The purpose of this work is to demonstrate the capabilities of the DE algorithm with certain adaptability in solving multidisciplinary optimization problems of aircraft-type aerial vehicles with many design variables, including structural ones. The use of the DE algorithm and neural networks to optimize the selection of the aircraft wing airfoil is illustrated.

This paper proposes a method for optimizing the technical parameters of aircraft-type unmanned aerial vehicles at the initial stages of design, which allows considering aerodynamic configurations with two loading surfaces, taking into account the main stages of the flight of the aircraft, performing its longitudinal balancing, setting the degree of margin of longitudinal static stability, maintaining weight and energy balance, considering a significant number of design variables, and automatically visualizing the resulting solution in the form of a surface geometric model of the aerodynamic configuration.

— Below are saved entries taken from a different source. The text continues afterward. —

def analyse_chunks(sample_rate_hz, chunks: Iterable, *, start_time_s=0.0, window_cycles=None,
                   max_order=MAX_ORDER):
    """Analyse a capture given as an iterable of ``(voltage_v, current_a)`` chunks.

    Same figures as :func:`analyse` on the concatenated samples, in bounded memory.

    Parameters
    ----------
    sample_rate_hz : float
        Sampling rate [Hz].
    chunks : iterable of (array_like, array_like)
        Voltage [V] and current [A] chunks, in order.
    start_time_s : float, default 0
        Time of the first sample [s].
    window_cycles : int, optional
        Cycles per window [1].
    max_order : int, default 40
        Highest harmonic order [1].

    Returns
    -------
    CaptureAnalysis

    References
    ----------
    As for :func:`analyse`.
    """
    acc = CaptureAccumulator(sample_rate_hz, start_time_s=start_time_s,
                             window_cycles=window_cycles, max_order=max_order)
    for v, i in chunks:
        acc.add(v, i)
    return acc.result()


def power_direction(p_w, s_va):
    """Direction of power flow from the sign of P.

    Parameters
    ----------
    p_w : float
        Active power, positive = import [W].
    s_va : float
        Apparent power [VA].

    Returns
    -------
    str
        ``'import'`` when P > 0, ``'export'`` when P < 0, ``'none'`` when |P| is below
        max(5 W, 2 % of S) (our default threshold, no standard behind it).
    """
    threshold = max(_DIRECTION_MIN_W, _DIRECTION_MIN_FRACTION * abs(s_va))
    if abs(p_w) < threshold:
        return "none"
    return "import" if p_w > 0 else "export"


def cycle_powers(sample_rate_hz, voltage_v, current_a, frequency_hz):
    """Active power of each whole mains cycle, for the cycle-to-cycle spread of P.

    Cycles are laid end to end from the first sample at the given frequency; each sample
    stands for half a sample interval either side, and a sample cut by a cycle boundary
    counts in proportion (as in the windows of :class:`CaptureAccumulator`).

    Parameters
    ----------
    sample_rate_hz : float
        Sampling rate [Hz].
    voltage_v, current_a : array_like
        Samples [V], [A].
    frequency_hz : float
        Mains frequency [Hz].

    Returns
    -------
    numpy.ndarray
        P of each whole cycle, positive = import [W].

    References
    ----------
    .. [1] IEEE Std 1459-2010, active power as the mean of v*i over whole cycles.
    """
    v = np.asarray(voltage_v, dtype=float)
    i = np.asarray(current_a, dtype=float)
    period = float(sample_rate_hz) / float(frequency_hz)
    count = int(math.floor((v.size - 1) / period))
    out = np.empty(count)
    p = v * i
    for k in range(count):
        a, b = k * period, (k + 1) * period
        n_lo = int(math.floor(a + 0.5))
        n_hi = min(int(math.ceil(b - 0.5)), v.size - 1)
        n = np.arange(n_lo, n_hi + 1, dtype=float)
        w = np.clip(np.minimum(b, n + 0.5) - np.maximum(a, n - 0.5), 0.0, 1.0)
        out[k] = float(w @ p[n_lo:n_hi + 1]) / (b - a)
    return out


def dc_removed_power_factor(voltage_v, current_a):
    """Power factor with the DC offsets of both channels removed: P_ac / (V_ac * I_ac).

    Parameters
    ----------
    voltage_v, current_a : array_like
        Samples over whole cycles [V], [A].

    Returns
    -------
    tuple of float
        (power factor without DC [1], DC offset of the voltage [V], of the current [A]).

    References
    ----------
    .. [1] IEEE Std 1459-2010: the DC component is treated apart from the AC quantities.
    """
    v = np.asarray(voltage_v, dtype=float)
    i = np.asarray(current_a, dtype=float)
    vdc, idc = float(v.mean()), float(i.mean())
    va, ia = v - vdc, i - idc
    s = math.sqrt(float(va @ va) / v.size) * math.sqrt(float(ia @ ia) / i.size)
    pf = float(va @ ia) / v.size / s if s > 0 else math.nan
    return pf, vdc, idc
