"""Named checks: a job's readings → a verdict with measured, expected, reason, source.

Importing this package registers every check; each module holds the checks of
one topic and calls :mod:`commission.physics` for the numbers.
"""

from . import (  # noqa: F401  (registers the checks)
    circuit,
    clamp,
    controls,
    element,
    heating,
    metering,
    output,
    protection,
    recordings,
    supply,
    threephase,
)
from .registry import CHECKS, FAIL, NA, PASS, PENDING, REVIEW, worst

__all__ = ["CHECKS", "FAIL", "NA", "PASS", "PENDING", "REVIEW", "worst"]
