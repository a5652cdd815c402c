"""Change since the baseline: each repeated reading of a revisit against the same
reading of the visit before it (issue 14).

A reading can be within its limit and still tell that something is wearing out: insulation
falling, a joint loosening, an RCD slowing down, dust on the heatsink, scale on the
element. These rules judge the change; the item's own check still judges the limit.
The rules are keyed by the name of the check that judged the reading, so any checklist
whose items carry those checks gets them. The limits are parameters with their sources;
a periodic checklist may replace them under `revisit: {params: ...}`.
"""

from __future__ import annotations

from .registry import Param

SRC_CHANGE = ("common practice: deterioration worth a review while still within the limit "
              "(no published limit for change; a checklist parameter)")
SRC_COPPER = ("IEC 60228:2004, Annex B: conductor resistance corrected to 20 °C by "
              "R20 = Rt · 254.5 / (234.5 + t) for copper, i.e. α20 = 0.00393 /K (from memory)")

PARAMS: dict[str, Param] = {
    "insulation_fall_factor": Param(10.0, None, SRC_CHANGE,
                                    "review when insulation resistance has fallen by this "
                                    "factor or more"),
    "resistance_rise_pct": Param(20.0, "%", SRC_CHANGE,
                                 "review when Zs or R1+R2 has risen by more than this beyond "
                                 "what conductor temperature explains"),
    "rcd_time_rise_pct": Param(50.0, "%", SRC_CHANGE,
                               "review when an RCD trip time has lengthened by more than this"),
    "heatsink_rise_k": Param(5.0, "K", SRC_CHANGE,
                             "review when the heatsink's predicted maximum has risen by more "
                             "than this"),
    "heating_rate_fall_pct": Param(10.0, "%", SRC_CHANGE,
                                   "review when the heating rate has fallen by more than this "
                                   "(scale on the element)"),
}

__all__ = ["PARAMS", "SRC_CHANGE", "SRC_COPPER"]
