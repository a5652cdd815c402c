"""Decision rules: a reading with its expanded uncertainty against a limit.

ILAC-G8:09/2019 names the rules. *Simple acceptance* (§4.2.1) compares the reading itself
with the tolerance limit. A *guard band* ``w`` moves the acceptance limit inside the
tolerance (AL = TL − w); ``w = U``, the expanded uncertainty, is the usual choice. The
*non-binary* rule (§4.2.3) then has a conditional pass (between AL and TL) and a conditional
fail (between TL and TL + w): both are our ``review``, shown with the interval
``reading ± U``. This is the default; a checklist item may ask for simple acceptance.

A check may keep a margin of its own (the loop-impedance cold factor: pass only below
80 % of Zs,max): the reading passes when ``reading + U`` is within the margin and fails only
when ``reading − U`` is beyond the limit itself.
"""

from __future__ import annotations

import math
from dataclasses import dataclass

from ..units import format_number as f
from .registry import FAIL, PASS, REVIEW, Context, Param

SRC_DECISION = "ILAC-G8:09/2019 §4.2.3 non-binary rule, guard band w = U (expanded, k = 2)"
GUARDED, SIMPLE = "guarded", "simple"
DECISION_PARAM = Param(GUARDED, None, SRC_DECISION,
                       "'guarded' (ILAC-G8 non-binary, w = U) or 'simple' (simple acceptance)")
NO_UNCERTAINTY = "no uncertainty applied: no stated instrument accuracy covers this reading"


@dataclass(frozen=True)
class Decision:
    verdict: str
    uncertainty: float | None  # U applied, in the reading's display unit; None if none
    note: str  # the interval, or why no uncertainty was applied; "" for simple acceptance

    def tail(self) -> str:
        """Text to append to a reason: "; 2.17 ± 0.07 Ω (U, k = 2; ILAC-G8 guard band)"."""
        return f"; {self.note}" if self.note else ""


def rule_of(ctx: Context) -> str:
    rule = str(ctx.params.get("decision_rule", GUARDED) or GUARDED).strip().lower()
    if rule not in (GUARDED, SIMPLE):
        raise ValueError(f"decision_rule must be 'guarded' or 'simple', not {rule!r}")
    return rule


def two_significant(u: float) -> str:
    """An uncertainty to two significant digits (GUM 7.2.6): 0.08476 → "0.085"."""
    if u <= 0 or not math.isfinite(u):
        return f(u)
    decimals = 1 - math.floor(math.log10(u))
    return f"{round(u, decimals):.{max(decimals, 0)}f}"


def _interval(value: float, u: float, unit: str) -> str:
    return f"{f(round(value, 6))} ± {two_significant(u)} {unit} (U, k = 2)"


def decide_upper(value: float, u: float | None, unit: str, *, accept: float,
                 reject: float | None = None, rule: str = GUARDED) -> Decision:
    """A reading that must stay at or below a limit (Zs, a break time).

    ``accept``: at or below it passes (the limit, or a margin inside it such as 80 % of
    Zs,max); ``reject``: beyond it fails (the limit itself; ``accept`` when not given). In
    between, or within ``U`` of either, the verdict is ``review``.
    """
    return _decide(value, u, unit, accept, accept if reject is None else reject, rule, 1.0)


def decide_lower(value: float, u: float | None, unit: str, *, accept: float,
                 reject: float | None = None, rule: str = GUARDED) -> Decision:
    """A reading that must stay at or above a limit (insulation resistance, a minimum time)."""
    return _decide(value, u, unit, accept, accept if reject is None else reject, rule, -1.0)


def _decide(value: float, u: float | None, unit: str, accept: float, reject: float,
            rule: str, sign: float) -> Decision:
    # sign +1: the limit is a maximum; -1: a minimum (every comparison mirrored)
    v, a, r = sign * value, sign * accept, sign * reject
    if u is None or rule == SIMPLE:
        verdict = PASS if v <= a else FAIL if v > r else REVIEW
        note = NO_UNCERTAINTY if u is None else (
            f"simple acceptance, reading {_interval(value, u, unit)}")
        return Decision(verdict, u, note)
    if v + u <= a:
        verdict = PASS
    elif v - u > r:
        verdict = FAIL
    else:
        verdict = REVIEW
    return Decision(verdict, u, f"reading {_interval(value, u, unit)}, ILAC-G8 guard band")


def in_conditional_zone(decision: Decision) -> bool:
    """True when the guard band alone made the verdict ``review``."""
    return decision.verdict == REVIEW and decision.uncertainty is not None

The novelty of the proposed method lies in the following:

-

It includes the iterative process of calculating the takeoff mass based on the sizing equation into the general optimization cycle by adapting the differential evolution optimization algorithm to reduce direct calculations of the objective function and increase the performance of the algorithm.

-

It is a method for parameterizing the ratio of two loading surface areas of an aircraft, which allows one not to be limited to a certain aerodynamic design to optimize its geometric parameters and obtain the configuration based on optimization results (flying-wing, normal, tandem, or canard).

2. Methods and Models

2.1. Formulation of the Conceptual Design Problem

The problem of selecting optimal parameters for the appearance of an aircraft-type UAV was considered in terms of NLP, following [7,29,46] and recent works in this field. In its canonical form, the NLP problem is expressed as follows [47]:

$$F\left({\mathit{x}}^{\mathit{o}\mathit{p}\mathit{t}}\right)\le F\left(\mathit{x}\right)\forall \mathit{x}\in \mathsf{\Omega },$$

$$\mathsf{\Omega }=\left\{\mathit{x}:q_j\left(\mathit{x}\right)\le 0,h_k\left(\mathit{x}\right)=0\right\}$$

(1)

where:

F($\mathit{x}$)—objective function;

$\mathit{x}=\left\{x_1,x_2,\dots ,x_n\right\}$—vector of design variables;

${\mathit{x}}^{\mathit{o}\mathit{p}\mathit{t}}$—optimal solution of the problem;

Ω—area of permissible design variables;

q_j($\mathit{x}$) $\le$ 0, j = 1, …, p—constraints in the form of inequalities;

h_k($\mathit{x}$) = 0, k = 1, …, l—constraints in the form of equations;

n, p, l—the number of variables and constraints.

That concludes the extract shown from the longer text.